[[ DATASET CONTENT open ]]

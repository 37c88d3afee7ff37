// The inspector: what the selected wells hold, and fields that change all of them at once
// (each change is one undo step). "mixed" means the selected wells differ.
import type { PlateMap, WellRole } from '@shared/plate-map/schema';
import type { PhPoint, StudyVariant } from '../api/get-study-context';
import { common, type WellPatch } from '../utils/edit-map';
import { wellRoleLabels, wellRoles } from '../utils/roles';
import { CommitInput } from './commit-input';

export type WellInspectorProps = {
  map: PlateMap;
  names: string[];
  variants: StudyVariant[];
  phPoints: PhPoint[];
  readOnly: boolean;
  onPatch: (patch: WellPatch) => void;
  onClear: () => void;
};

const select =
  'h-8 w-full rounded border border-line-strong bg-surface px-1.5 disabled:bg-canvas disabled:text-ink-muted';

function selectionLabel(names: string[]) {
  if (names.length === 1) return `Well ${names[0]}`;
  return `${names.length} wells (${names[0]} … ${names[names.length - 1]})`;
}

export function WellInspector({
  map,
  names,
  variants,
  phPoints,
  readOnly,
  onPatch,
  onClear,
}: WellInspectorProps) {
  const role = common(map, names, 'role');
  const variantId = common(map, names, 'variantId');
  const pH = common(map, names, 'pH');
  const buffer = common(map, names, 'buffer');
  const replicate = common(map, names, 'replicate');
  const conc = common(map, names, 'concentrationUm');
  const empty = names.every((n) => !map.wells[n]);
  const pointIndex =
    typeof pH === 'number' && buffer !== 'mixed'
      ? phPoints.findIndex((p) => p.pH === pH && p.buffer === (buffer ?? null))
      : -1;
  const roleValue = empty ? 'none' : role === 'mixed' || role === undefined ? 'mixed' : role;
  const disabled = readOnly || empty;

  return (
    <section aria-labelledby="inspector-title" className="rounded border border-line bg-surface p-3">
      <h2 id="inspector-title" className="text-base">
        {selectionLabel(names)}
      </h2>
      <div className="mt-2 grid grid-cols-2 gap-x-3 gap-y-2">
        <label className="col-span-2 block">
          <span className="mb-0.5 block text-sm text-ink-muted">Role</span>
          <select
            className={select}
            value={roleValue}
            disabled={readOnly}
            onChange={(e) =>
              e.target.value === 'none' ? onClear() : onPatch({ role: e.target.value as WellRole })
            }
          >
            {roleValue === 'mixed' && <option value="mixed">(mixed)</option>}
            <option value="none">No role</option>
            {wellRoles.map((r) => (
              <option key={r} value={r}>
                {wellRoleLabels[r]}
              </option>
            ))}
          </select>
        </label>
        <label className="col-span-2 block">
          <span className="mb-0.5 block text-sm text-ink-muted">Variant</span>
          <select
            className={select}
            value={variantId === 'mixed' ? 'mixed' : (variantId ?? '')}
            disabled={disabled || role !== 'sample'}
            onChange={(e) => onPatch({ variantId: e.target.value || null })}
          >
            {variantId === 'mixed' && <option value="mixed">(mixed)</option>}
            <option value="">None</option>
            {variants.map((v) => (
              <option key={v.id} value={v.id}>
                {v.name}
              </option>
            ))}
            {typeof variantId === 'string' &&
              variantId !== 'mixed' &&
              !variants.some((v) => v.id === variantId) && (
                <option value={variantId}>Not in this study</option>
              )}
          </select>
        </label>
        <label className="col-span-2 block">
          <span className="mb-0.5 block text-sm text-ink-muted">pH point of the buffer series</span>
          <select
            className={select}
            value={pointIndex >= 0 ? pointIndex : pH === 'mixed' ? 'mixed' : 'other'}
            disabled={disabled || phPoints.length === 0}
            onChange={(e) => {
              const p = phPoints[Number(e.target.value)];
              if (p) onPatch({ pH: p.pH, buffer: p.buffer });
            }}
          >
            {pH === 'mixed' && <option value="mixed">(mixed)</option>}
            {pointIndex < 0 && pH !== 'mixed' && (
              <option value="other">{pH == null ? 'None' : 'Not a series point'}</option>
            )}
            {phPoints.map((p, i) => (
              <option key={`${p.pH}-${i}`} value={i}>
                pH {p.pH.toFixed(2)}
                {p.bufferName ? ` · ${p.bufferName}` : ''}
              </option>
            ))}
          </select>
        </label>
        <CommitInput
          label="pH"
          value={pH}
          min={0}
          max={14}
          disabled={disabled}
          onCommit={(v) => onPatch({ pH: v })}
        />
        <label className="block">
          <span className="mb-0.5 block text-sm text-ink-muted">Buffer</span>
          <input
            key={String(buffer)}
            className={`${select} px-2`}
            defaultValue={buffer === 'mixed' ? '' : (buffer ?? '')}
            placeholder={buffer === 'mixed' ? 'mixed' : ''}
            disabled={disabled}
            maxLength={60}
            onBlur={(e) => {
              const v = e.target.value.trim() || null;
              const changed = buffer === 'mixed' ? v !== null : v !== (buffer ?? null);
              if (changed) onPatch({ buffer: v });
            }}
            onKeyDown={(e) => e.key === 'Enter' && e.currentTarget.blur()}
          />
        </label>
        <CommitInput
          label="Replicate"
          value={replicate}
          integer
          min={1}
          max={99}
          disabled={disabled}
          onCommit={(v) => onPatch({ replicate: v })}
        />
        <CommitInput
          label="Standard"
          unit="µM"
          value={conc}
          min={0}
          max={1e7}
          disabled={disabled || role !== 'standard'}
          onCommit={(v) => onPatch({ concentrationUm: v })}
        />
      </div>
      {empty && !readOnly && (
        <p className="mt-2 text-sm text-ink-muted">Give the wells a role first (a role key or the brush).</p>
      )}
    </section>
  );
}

[[ DATASET CONTENT closed ]]

WHAT TO WORK ON> Recreate the full listing above precisely.

TASK SOLUTION>
repository 37c88d3afee7ff37
// The inspector: what the selected wells hold, and fields that change all of them at once
// (each change is one undo step). "mixed" means the selected wells differ.
import type { PlateMap, WellRole } from '@shared/plate-map/schema';
import type { PhPoint, StudyVariant } from '../api/get-study-context';
import { common, type WellPatch } from '../utils/edit-map';
import { wellRoleLabels, wellRoles } from '../utils/roles';
import { CommitInput } from './commit-input';

export type WellInspectorProps = {
  map: PlateMap;
  names: string[];
  variants: StudyVariant[];
  phPoints: PhPoint[];
  readOnly: boolean;
  onPatch: (patch: WellPatch) => void;
  onClear: () => void;
};

const select =
  'h-8 w-full rounded border border-line-strong bg-surface px-1.5 disabled:bg-canvas disabled:text-ink-muted';

function selectionLabel(names: string[]) {
  if (names.length === 1) return `Well ${names[0]}`;
  return `${names.length} wells (${names[0]} … ${names[names.length - 1]})`;
}

export function WellInspector({
  map,
  names,
  variants,
  phPoints,
  readOnly,
  onPatch,
  onClear,
}: WellInspectorProps) {
  const role = common(map, names, 'role');
  const variantId = common(map, names, 'variantId');
  const pH = common(map, names, 'pH');
  const buffer = common(map, names, 'buffer');
  const replicate = common(map, names, 'replicate');
  const conc = common(map, names, 'concentrationUm');
  const empty = names.every((n) => !map.wells[n]);
  const pointIndex =
    typeof pH === 'number' && buffer !== 'mixed'
      ? phPoints.findIndex((p) => p.pH === pH && p.buffer === (buffer ?? null))
      : -1;
  const roleValue = empty ? 'none' : role === 'mixed' || role === undefined ? 'mixed' : role;
  const disabled = readOnly || empty;

  return (
    <section aria-labelledby="inspector-title" className="rounded border border-line bg-surface p-3">
      <h2 id="inspector-title" className="text-base">
        {selectionLabel(names)}
      </h2>
      <div className="mt-2 grid grid-cols-2 gap-x-3 gap-y-2">
        <label className="col-span-2 block">
          <span className="mb-0.5 block text-sm text-ink-muted">Role</span>
          <select
            className={select}
            value={roleValue}
            disabled={readOnly}
            onChange={(e) =>
              e.target.value === 'none' ? onClear() : onPatch({ role: e.target.value as WellRole })
            }
          >
            {roleValue === 'mixed' && <option value="mixed">(mixed)</option>}
            <option value="none">No role</option>
            {wellRoles.map((r) => (
              <option key={r} value={r}>
                {wellRoleLabels[r]}
              </option>
            ))}
          </select>
        </label>
        <label className="col-span-2 block">
          <span className="mb-0.5 block text-sm text-ink-muted">Variant</span>
          <select
            className={select}
            value={variantId === 'mixed' ? 'mixed' : (variantId ?? '')}
            disabled={disabled || role !== 'sample'}
            onChange={(e) => onPatch({ variantId: e.target.value || null })}
          >
            {variantId === 'mixed' && <option value="mixed">(mixed)</option>}
            <option value="">None</option>
            {variants.map((v) => (
              <option key={v.id} value={v.id}>
                {v.name}
              </option>
            ))}
            {typeof variantId === 'string' &&
              variantId !== 'mixed' &&
              !variants.some((v) => v.id === variantId) && (
                <option value={variantId}>Not in this study</option>
              )}
          </select>
        </label>
        <label className="col-span-2 block">
          <span className="mb-0.5 block text-sm text-ink-muted">pH point of the buffer series</span>
          <select
            className={select}
            value={pointIndex >= 0 ? pointIndex : pH === 'mixed' ? 'mixed' : 'other'}
            disabled={disabled || phPoints.length === 0}
            onChange={(e) => {
              const p = phPoints[Number(e.target.value)];
              if (p) onPatch({ pH: p.pH, buffer: p.buffer });
            }}
          >
            {pH === 'mixed' && <option value="mixed">(mixed)</option>}
            {pointIndex < 0 && pH !== 'mixed' && (
              <option value="other">{pH == null ? 'None' : 'Not a series point'}</option>
            )}
            {phPoints.map((p, i) => (
              <option key={`${p.pH}-${i}`} value={i}>
                pH {p.pH.toFixed(2)}
                {p.bufferName ? ` · ${p.bufferName}` : ''}
              </option>
            ))}
          </select>
        </label>
        <CommitInput
          label="pH"
          value={pH}
          min={0}
          max={14}
          disabled={disabled}
          onCommit={(v) => onPatch({ pH: v })}
        />
        <label className="block">
          <span className="mb-0.5 block text-sm text-ink-muted">Buffer</span>
          <input
            key={String(buffer)}
            className={`${select} px-2`}
            defaultValue={buffer === 'mixed' ? '' : (buffer ?? '')}
            placeholder={buffer === 'mixed' ? 'mixed' : ''}
            disabled={disabled}
            maxLength={60}
            onBlur={(e) => {
              const v = e.target.value.trim() || null;
              const changed = buffer === 'mixed' ? v !== null : v !== (buffer ?? null);
              if (changed) onPatch({ buffer: v });
            }}
            onKeyDown={(e) => e.key === 'Enter' && e.currentTarget.blur()}
          />
        </label>
        <CommitInput
          label="Replicate"
          value={replicate}
          integer
          min={1}
          max={99}
          disabled={disabled}
          onCommit={(v) => onPatch({ replicate: v })}
        />
        <CommitInput
          label="Standard"
          unit="µM"
          value={conc}
          min={0}
          max={1e7}
          disabled={disabled || role !== 'standard'}
          onCommit={(v) => onPatch({ concentrationUm: v })}
        />
      </div>
      {empty && !readOnly && (
        <p className="mt-2 text-sm text-ink-muted">Give the wells a role first (a role key or the brush).</p>
      )}
    </section>
  );
}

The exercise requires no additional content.